EXERCISE MATERIAL:
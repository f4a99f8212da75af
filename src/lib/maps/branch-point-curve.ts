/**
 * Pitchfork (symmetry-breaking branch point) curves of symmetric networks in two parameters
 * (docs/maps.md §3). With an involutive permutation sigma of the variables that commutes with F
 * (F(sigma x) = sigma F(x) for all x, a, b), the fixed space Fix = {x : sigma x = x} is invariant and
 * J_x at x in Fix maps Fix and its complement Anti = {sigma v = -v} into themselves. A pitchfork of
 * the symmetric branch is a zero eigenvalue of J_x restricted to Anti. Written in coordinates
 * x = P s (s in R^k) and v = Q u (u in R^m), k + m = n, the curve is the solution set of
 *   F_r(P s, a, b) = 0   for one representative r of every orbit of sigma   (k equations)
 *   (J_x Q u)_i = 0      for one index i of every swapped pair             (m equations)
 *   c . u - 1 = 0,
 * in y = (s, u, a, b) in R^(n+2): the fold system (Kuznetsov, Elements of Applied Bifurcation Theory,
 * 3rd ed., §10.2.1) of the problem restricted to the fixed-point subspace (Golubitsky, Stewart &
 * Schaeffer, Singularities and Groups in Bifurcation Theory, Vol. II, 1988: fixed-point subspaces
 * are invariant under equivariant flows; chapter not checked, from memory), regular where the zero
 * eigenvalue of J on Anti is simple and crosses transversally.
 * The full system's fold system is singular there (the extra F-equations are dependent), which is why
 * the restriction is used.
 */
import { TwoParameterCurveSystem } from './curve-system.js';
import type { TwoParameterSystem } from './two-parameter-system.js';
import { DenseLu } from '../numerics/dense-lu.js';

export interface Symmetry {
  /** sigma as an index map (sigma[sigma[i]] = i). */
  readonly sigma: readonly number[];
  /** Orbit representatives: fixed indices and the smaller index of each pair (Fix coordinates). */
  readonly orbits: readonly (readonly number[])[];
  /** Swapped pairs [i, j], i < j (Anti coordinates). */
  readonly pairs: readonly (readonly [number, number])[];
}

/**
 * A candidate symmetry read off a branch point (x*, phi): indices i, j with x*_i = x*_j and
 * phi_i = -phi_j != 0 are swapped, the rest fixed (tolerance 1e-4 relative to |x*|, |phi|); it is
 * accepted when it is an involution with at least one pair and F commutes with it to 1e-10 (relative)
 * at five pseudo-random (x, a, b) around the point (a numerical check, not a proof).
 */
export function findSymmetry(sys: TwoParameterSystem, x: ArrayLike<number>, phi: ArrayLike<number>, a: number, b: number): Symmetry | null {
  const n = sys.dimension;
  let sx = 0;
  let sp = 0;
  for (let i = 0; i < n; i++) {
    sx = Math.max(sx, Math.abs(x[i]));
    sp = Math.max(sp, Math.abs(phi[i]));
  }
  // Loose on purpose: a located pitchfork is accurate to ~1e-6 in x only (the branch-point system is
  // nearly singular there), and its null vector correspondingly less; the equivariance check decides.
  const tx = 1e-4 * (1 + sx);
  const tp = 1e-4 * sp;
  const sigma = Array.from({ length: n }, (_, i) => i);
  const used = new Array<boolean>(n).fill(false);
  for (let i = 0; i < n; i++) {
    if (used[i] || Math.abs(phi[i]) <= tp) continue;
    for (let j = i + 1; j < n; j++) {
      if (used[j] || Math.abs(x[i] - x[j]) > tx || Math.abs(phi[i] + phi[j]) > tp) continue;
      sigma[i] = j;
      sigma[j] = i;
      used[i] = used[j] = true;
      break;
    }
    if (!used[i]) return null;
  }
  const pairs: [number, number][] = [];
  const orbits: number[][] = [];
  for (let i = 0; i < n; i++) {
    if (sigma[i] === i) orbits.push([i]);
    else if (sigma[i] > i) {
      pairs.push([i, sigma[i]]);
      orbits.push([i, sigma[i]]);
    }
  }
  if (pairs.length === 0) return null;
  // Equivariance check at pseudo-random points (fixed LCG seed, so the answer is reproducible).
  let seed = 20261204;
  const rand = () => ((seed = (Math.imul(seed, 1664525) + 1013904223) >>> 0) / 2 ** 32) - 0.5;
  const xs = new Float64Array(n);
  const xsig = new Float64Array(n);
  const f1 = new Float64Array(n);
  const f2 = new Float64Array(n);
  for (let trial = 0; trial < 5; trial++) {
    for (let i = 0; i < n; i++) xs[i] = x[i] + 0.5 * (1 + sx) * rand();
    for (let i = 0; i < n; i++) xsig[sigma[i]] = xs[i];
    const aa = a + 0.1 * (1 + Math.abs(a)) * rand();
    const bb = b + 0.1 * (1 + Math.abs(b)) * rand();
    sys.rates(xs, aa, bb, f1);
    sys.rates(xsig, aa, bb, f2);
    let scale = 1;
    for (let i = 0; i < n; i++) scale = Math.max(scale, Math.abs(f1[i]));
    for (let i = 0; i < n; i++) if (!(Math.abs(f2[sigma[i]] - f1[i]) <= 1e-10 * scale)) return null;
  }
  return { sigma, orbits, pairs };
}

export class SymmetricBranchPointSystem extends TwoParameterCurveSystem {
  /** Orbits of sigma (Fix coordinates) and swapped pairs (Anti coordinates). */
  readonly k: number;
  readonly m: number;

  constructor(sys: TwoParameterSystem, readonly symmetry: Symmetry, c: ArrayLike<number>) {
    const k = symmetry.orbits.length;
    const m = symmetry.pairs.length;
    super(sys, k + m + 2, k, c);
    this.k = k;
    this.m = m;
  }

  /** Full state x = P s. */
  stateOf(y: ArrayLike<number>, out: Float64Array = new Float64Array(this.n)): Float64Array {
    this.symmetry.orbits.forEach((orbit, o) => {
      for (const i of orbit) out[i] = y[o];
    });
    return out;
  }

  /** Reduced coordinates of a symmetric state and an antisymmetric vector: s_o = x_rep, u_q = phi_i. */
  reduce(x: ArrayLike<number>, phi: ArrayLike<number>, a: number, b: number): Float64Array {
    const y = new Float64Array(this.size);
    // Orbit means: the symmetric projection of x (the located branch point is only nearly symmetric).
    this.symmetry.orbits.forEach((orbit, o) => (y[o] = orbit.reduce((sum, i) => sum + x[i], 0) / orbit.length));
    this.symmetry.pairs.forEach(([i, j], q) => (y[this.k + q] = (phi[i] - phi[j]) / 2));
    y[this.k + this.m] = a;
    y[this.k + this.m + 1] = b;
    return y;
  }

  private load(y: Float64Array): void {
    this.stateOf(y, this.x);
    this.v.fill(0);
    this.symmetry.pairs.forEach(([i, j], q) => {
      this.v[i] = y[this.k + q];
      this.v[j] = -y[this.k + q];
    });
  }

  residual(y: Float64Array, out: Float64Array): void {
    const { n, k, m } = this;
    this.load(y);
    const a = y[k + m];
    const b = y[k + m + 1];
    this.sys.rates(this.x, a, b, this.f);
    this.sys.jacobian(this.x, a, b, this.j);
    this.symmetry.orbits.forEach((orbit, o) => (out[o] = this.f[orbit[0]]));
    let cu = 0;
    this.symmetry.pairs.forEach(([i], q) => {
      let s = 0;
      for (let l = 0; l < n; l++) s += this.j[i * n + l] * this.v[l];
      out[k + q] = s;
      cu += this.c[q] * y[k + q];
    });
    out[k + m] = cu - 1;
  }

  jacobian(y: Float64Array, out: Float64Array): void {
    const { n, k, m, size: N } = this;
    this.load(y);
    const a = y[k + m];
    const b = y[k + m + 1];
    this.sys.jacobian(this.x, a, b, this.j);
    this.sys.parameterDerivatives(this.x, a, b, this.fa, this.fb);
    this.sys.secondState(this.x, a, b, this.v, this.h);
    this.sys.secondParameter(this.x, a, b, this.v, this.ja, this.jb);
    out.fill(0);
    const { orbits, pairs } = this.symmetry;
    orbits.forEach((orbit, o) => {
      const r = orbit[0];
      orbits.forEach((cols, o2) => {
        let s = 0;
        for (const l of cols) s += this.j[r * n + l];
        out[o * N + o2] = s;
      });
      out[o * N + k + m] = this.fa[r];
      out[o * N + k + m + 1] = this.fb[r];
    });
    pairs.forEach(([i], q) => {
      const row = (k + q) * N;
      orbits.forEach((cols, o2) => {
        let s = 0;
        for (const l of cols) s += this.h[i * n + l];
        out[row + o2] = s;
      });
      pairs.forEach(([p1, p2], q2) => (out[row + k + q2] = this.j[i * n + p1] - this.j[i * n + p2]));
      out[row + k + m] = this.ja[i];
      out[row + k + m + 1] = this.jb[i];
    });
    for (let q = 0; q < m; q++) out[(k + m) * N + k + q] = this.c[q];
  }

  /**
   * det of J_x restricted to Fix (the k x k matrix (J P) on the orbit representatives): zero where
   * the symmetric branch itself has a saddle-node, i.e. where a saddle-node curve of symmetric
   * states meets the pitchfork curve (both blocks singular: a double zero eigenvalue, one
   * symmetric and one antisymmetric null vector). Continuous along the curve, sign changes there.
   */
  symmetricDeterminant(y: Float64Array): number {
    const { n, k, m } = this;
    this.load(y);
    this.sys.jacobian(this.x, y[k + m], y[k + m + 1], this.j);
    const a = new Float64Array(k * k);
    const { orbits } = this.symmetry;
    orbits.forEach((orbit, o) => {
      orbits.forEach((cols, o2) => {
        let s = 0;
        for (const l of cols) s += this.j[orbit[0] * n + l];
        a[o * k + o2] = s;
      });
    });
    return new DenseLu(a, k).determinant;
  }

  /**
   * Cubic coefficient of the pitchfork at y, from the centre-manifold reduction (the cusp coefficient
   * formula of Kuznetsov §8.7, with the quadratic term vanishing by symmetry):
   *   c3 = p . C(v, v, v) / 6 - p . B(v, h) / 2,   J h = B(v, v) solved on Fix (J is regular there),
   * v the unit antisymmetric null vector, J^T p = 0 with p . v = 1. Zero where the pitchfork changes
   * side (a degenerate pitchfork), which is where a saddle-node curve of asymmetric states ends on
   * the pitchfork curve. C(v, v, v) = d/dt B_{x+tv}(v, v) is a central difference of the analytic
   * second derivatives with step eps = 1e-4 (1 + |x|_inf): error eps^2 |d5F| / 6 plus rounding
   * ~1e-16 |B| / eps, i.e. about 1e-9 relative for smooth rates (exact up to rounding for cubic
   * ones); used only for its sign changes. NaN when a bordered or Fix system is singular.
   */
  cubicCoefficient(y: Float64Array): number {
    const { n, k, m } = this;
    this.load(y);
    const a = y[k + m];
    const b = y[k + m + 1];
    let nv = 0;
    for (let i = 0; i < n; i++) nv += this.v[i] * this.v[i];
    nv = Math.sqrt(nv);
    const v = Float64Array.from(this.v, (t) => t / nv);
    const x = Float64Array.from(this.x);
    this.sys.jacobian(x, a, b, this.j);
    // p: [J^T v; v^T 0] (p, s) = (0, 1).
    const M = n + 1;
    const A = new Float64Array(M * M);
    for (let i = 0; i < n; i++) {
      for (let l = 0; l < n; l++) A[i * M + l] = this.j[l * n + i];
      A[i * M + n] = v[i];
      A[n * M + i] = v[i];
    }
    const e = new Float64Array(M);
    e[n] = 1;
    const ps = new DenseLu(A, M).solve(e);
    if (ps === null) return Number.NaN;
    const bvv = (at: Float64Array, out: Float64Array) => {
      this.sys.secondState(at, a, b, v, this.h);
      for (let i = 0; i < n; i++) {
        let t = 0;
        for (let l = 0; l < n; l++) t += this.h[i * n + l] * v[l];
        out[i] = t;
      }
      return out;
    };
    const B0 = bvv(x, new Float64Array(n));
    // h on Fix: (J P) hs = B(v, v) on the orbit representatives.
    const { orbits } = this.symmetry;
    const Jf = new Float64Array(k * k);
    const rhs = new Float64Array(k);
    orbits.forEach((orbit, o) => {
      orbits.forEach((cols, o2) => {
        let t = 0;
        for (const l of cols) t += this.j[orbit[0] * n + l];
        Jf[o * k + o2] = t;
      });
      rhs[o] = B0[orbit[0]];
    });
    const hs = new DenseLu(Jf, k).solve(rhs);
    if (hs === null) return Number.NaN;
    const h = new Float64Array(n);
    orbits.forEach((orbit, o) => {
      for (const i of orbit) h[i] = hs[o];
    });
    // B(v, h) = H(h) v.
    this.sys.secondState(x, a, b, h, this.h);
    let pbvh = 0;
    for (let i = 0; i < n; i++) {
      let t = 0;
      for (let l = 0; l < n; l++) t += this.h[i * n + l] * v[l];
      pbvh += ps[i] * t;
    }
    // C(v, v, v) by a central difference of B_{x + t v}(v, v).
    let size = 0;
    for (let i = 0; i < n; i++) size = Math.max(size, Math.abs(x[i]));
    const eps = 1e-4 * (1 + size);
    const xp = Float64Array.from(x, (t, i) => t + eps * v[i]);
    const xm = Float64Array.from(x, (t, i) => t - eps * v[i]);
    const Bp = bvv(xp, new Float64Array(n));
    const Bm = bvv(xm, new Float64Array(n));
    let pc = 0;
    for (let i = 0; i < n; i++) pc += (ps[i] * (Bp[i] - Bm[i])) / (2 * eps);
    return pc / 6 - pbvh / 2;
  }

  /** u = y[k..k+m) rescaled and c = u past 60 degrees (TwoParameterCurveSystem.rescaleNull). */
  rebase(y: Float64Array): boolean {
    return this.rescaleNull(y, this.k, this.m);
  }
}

...

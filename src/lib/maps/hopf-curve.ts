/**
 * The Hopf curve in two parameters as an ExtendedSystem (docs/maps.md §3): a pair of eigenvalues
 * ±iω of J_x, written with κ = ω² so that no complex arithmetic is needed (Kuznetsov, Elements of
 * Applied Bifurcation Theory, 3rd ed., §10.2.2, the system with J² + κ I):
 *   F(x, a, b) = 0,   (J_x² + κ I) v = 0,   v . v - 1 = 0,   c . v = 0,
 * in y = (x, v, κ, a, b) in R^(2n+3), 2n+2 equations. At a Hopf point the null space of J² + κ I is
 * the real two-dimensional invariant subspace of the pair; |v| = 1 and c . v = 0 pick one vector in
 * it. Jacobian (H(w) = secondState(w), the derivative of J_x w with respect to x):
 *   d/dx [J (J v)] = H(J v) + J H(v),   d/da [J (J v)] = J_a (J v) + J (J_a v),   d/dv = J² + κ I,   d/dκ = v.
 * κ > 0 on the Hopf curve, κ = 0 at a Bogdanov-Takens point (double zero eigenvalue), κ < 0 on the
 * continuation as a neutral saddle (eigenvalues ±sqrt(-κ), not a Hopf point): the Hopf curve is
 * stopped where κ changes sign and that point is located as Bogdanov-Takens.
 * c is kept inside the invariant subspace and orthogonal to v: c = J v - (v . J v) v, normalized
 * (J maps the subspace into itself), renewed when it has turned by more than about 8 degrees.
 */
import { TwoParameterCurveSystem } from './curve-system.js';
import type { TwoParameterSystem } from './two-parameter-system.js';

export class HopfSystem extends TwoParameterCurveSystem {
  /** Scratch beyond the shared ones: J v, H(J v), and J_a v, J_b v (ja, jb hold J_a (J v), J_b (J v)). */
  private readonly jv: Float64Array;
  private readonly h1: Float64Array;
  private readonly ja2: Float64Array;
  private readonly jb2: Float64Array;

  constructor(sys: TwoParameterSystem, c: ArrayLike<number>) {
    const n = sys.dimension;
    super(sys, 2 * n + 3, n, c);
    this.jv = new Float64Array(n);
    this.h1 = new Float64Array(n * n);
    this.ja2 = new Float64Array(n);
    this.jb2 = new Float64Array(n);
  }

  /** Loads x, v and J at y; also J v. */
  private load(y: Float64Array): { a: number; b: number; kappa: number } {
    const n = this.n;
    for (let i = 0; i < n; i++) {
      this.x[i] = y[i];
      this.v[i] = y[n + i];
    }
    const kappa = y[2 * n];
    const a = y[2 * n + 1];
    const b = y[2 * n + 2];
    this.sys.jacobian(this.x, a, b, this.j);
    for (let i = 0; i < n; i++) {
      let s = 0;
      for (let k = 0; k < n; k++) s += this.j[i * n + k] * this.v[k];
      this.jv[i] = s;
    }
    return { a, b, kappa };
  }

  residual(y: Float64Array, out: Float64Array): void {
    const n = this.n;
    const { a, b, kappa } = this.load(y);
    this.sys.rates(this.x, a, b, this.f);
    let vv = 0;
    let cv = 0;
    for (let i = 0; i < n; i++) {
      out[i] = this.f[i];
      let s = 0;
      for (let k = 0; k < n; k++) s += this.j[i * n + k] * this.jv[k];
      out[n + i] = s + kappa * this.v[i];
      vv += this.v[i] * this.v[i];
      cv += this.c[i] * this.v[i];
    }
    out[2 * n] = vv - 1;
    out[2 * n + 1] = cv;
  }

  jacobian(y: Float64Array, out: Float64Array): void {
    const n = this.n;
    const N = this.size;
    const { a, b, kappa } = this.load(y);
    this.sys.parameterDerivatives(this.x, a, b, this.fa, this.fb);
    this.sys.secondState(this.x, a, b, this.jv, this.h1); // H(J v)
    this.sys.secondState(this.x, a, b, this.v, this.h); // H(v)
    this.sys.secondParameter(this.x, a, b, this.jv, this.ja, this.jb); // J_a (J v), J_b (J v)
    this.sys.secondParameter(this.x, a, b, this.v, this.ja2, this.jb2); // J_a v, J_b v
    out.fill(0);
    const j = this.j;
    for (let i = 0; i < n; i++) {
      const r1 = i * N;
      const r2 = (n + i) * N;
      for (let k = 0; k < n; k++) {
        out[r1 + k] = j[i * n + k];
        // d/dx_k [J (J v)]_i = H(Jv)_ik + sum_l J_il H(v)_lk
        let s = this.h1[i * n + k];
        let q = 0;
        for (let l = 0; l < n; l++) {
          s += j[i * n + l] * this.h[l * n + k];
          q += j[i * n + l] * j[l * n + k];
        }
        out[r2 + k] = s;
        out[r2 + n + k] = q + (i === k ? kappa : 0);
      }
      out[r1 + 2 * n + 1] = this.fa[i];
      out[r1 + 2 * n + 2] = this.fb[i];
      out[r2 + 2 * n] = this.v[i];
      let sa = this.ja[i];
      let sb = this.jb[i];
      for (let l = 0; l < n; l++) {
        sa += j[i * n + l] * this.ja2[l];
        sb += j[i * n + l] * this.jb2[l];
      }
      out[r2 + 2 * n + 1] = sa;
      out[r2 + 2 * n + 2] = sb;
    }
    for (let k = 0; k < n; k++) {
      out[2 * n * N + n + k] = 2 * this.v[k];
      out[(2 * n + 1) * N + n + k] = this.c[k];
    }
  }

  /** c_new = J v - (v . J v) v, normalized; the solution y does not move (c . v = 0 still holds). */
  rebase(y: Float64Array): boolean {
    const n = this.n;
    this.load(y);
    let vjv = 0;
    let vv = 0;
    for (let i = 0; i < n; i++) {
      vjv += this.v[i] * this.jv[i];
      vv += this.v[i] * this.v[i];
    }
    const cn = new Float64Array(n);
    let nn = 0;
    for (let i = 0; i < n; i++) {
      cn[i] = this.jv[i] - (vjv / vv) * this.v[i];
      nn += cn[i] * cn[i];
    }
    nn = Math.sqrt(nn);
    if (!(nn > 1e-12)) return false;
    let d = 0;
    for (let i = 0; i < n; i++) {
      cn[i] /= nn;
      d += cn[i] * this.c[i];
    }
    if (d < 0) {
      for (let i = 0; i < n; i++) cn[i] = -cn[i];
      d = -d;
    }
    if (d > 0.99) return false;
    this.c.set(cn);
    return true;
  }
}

EXERCISE AIM:
Report all lines in the listing above that contain the word "fill".

SOLUTION:
  const used = new Array<boolean>(n).fill(false);
    this.v.fill(0);
    out.fill(0);
    out.fill(0);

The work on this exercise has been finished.